Survey Highlight
Penilaian Atas Program Penanganan Korupsi
09/10/2007 23:14Selama ini pemberantasan korupsi di bawah pemerintahan SBY menjadi daya tarik SBY yang utama. Tak pernah terjadi sebelumnya, begitu banyak pejabat publik yang dijebloskan dalam penjara. Ini tak hanya menimpa gubernur di daerah, tapi juga mantan pejabat setingkat mentri. Namun program ini agak rusak karena meluasnya citra bahwa pemberantasan korupsi ini tebang pilih dan pilih kasih. Sebanyak 66.1% yang merasa program anti-korupsi ini tidak adil (pilih kasih). Citra terbentuk seolah untuk tokoh yang dekat dengan kekuasaan, kasusnya diendapkan. Hanya 13.4% pemilih yang menganggap gerakan anti-korupsi SBY adil, dan semua kasus diperiksa, diperlakukan sama.

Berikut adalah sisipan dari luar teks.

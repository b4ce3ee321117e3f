import { readFileSync } from "node:fs";
import { join } from "node:path";
import { type Call, type Cell, CustomFunctionsRuntime, hostError } from "../support/customFunctionsRuntime";
import type { ParameterDoc } from "../../src/build/functionDocs";
import { exampleCalls, functionDocs } from "../support/examples";

const metadata = JSON.parse(readFileSync(join(__dirname, "../../dist/functions.json"), "utf8"));
const ids: string[] = metadata.functions.map(({ id }: { id: string }) => id);

const PASSED = "#REF!"; // an error that no function of ours makes itself
const OURS = ["#VALUE!", "#NUM!", "#DIV/0!", "#N/A"];

/** For machines that must first install a browser, or are slow: milliseconds. */
const PATIENCE = 600_000;

let runtime: CustomFunctionsRuntime;
beforeAll(async () => {
  runtime = await CustomFunctionsRuntime.start();
}, PATIENCE);
afterAll(() => runtime?.close());

const docOf = (id: string) => functionDocs.find((doc) => doc.id === id)!;
const errorOf = (cell: Cell) => (typeof cell === "object" && cell !== null ? cell.error : "none");
const single = async (id: string, args: unknown[]) => (await runtime.call([[id, args]]))[0][0][0];

/** The first example's arguments, with some of them replaced. */
function changed(id: string, changes: Record<number, unknown>): Call {
  const [{ args }] = exampleCalls(docOf(id));
  return [id, args.map((arg, i) => (i in changes ? changes[i] : arg))];
}

/** The positions of the parameters that fit. */
function positions(id: string, fits: (parameter: ParameterDoc) => boolean): number[] {
  return docOf(id).parameters.flatMap((parameter, i) => (fits(parameter) && !parameter.repeating ? [i] : []));
}
const isNumeric = ({ giving }: ParameterDoc) => giving === "range" || giving === "one" || giving === "table";

/** Asks every function its questions in one message, since the runtime answers twice a second; then one test for each. */
function everyFunction(
  title: string,
  calls: (id: string) => Call[],
  check: (answers: Cell[][][], id: string) => void,
  asked = ids,
) {
  describe(title, () => {
    const answers = new Map<string, Cell[][][]>();
    beforeAll(async () => {
      const questions = asked.map(calls);
      const all = await runtime.call(questions.flat());
      asked.forEach((id, i) => answers.set(id, all.splice(0, questions[i].length)));
    }, PATIENCE);
    test.each(asked)("%s", (id) => check(answers.get(id)!, id));
  });
}

test("Microsoft's runtime loads functions.js without a complaint", () => {
  expect(runtime.complaints).toEqual([]);
});

everyFunction(
  "the documented examples are answered as documented",
  (id) => exampleCalls(docOf(id)).map(({ args }) => [id, args]),
  (answers, id) => {
    expect(answers.length).toBeGreaterThan(0);
    exampleCalls(docOf(id)).forEach(({ gives }, i) => {
      const cells = answers[i].flat();
      expect(cells.map(errorOf)).toEqual(cells.map(() => "none"));
      gives?.flat().forEach((value, j) => {
        if (typeof value !== "number") expect(cells[j]).toBe(value);
        else expect(Math.abs((cells[j] as number) - value)).toBeLessThanOrEqual(1e-14 * Math.abs(value)); // 15 digits are printed
      });
    });
  },
);

everyFunction(
  "an incoming error passes on in its place and the other places are computed",
  (id) => {
    const ranges = positions(id, ({ giving }) => giving === "range");
    const [, args] = changed(id, {});
    const oneRow = Object.fromEntries(ranges.map((i) => [i, (args[i] as unknown[][] | null)?.slice(0, 1) ?? null]));
    return ranges
      .filter((i) => oneRow[i] !== null)
      .map((i) => {
        const [row] = oneRow[i] as unknown[][];
        return changed(id, { ...oneRow, [i]: [row, row.map(() => hostError(PASSED)), row] });
      });
  },
  (answers) => {
    for (const [first, second, third] of answers) {
      expect(first.map(errorOf)).toEqual(first.map(() => "none"));
      expect(second.map(errorOf)).toEqual(first.map(() => PASSED));
      expect(third).toEqual(first);
    }
  },
  ids.filter((id) => positions(id, ({ giving }) => giving === "range").length > 0),
);

everyFunction(
  "an incoming error that is the whole argument is the whole result",
  (id) => positions(id, isNumeric).map((i) => changed(id, { [i]: [[hostError(PASSED)]] })),
  (answers) => {
    for (const rows of answers) expect(new Set(rows.flat().map(errorOf))).toEqual(new Set([PASSED]));
  },
);

everyFunction(
  "a blank required argument is named, whether the blank comes as null or as an empty text",
  (id) =>
    positions(id, (parameter) => isNumeric(parameter) && parameter.leftOut === "").flatMap((i) => [
      changed(id, { [i]: [[null]] }),
      changed(id, { [i]: [[""]] }),
    ]),
  (answers) => {
    for (const cell of answers.flat(2)) {
      expect(cell).toEqual({ error: "#VALUE!", message: expect.stringContaining("blank") });
    }
  },
);

everyFunction(
  "an optional argument that is null, a blank cell or an empty text takes its default",
  (id) => {
    const optional = positions(id, (parameter) => parameter.optional);
    const none = Object.fromEntries(optional.map((i) => [i, null]));
    const blanks = (i: number) => (isNumeric(docOf(id).parameters[i]) ? [[[null]], [[""]]] : ["", null]);
    return [
      changed(id, none),
      ...optional.flatMap((i) => blanks(i).map((blank) => changed(id, { ...none, [i]: blank }))),
    ];
  },
  ([expected, ...answers]) => {
    for (const answer of answers) expect(answer).toEqual(expected);
  },
);

everyFunction(
  "whatever comes in, finite numbers, texts where they are the result, or declared errors come out",
  (id) => {
    const hostile = [0, -0, -1, 5e-324, 1e-308, 1e308, -1e308, "text", "1", true, false, null, "", hostError("#NULL!")];
    const ranges = [...hostile.map((value) => [[value]]), [hostile], hostile.map((value) => [value]), [hostile, [1]]];
    return docOf(id).parameters.flatMap((parameter, i) =>
      isNumeric(parameter)
        ? ranges.map((rows) => changed(id, { [i]: parameter.repeating ? [rows] : rows }))
        : ["no such word", "1", "\u0000"].map((word) => changed(id, { [i]: word })),
    );
  },
  (answers, id) => {
    for (const cell of answers.flat(2)) {
      if (typeof cell === "object" && cell !== null) expect([...OURS, "#NULL!"]).toContain(cell.error);
      else if (typeof cell === "string") expect(docOf(id).returns).toMatch(/^Text/);
      else expect(Number.isFinite(cell)).toBe(true); // a NaN in an array would arrive as null
    }
  },
);

test("a column with a row spills a table, and only the bad place shows its error", async () => {
  const [rows] = await runtime.call([["ABSTRANS", [[[0], [2]], [[1, 0]], [[0]], null]]]);
  expect(rows).toEqual([
    [1, { error: "#NUM!", message: "" }],
    [1 / 3, { error: "#NUM!", message: "" }],
  ]);
});

test("ranges of different size are one error with both sizes in its message", async () => {
  expect(await single("ABSTRANS", [[[1], [2]], [[1], [2], [3]], [[0]], null])).toEqual({
    error: "#VALUE!",
    message: "ranges of different size: 2×1 and 3×1",
  });
});

test("a blank that the host delivers as 0 is an error where 0 means nothing and a number where it means something", async () => {
  expect(errorOf(await single("ABSTRANS", [[[2]], [[0]], [[0]], null]))).toBe("#NUM!");
  expect(await single("ABSTRANS", [[[2]], [[1]], [[0]], null])).toBe(1 / 3);
});

test("undamped resonance is a division by zero", async () => {
  expect(errorOf(await single("ABSTRANS", [[[1]], [[1]], [[0]], null]))).toBe("#DIV/0!");
});

test("unlike units are not available, and the message says why", async () => {
  const cell = await single("UNITS", [[[1]], "rpm", "m"]);
  expect(cell).toEqual({ error: "#N/A", message: expect.stringContaining("rpm") });
});

test("the message of an unknown word lists the choices", async () => {
  expect(await single("ABSTRANS", [[[2]], [[1]], [[0]], "friction"])).toEqual({
    error: "#VALUE!",
    message: 'damping model must be viscous or hysteretic, got "friction"',
  });
});

test("non-ASCII signs in texts arrive as they are", async () => {
  expect(await single("WHY", [[[25]], [[8]], [[0.1]], null])).toContain("√2·fn");
});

Sumber : Survei nasional Lingkaran Survei Indonesia (LSI) Agustus 2006. Wilayah pelaksanaan survei nasional di seluruh provinsi. Waktu pengumpulan data pada tanggal 9-14 September 2007. Metode penarikan sampel yang digunakan adalah multistage random sampling. Jumlah responden awal 1.200 responden (margin of error sebesar ± 2.9%). Teknik pengumpulan data yang digunakan adalah wawancara tatap muka responden menggunakan kuesioner.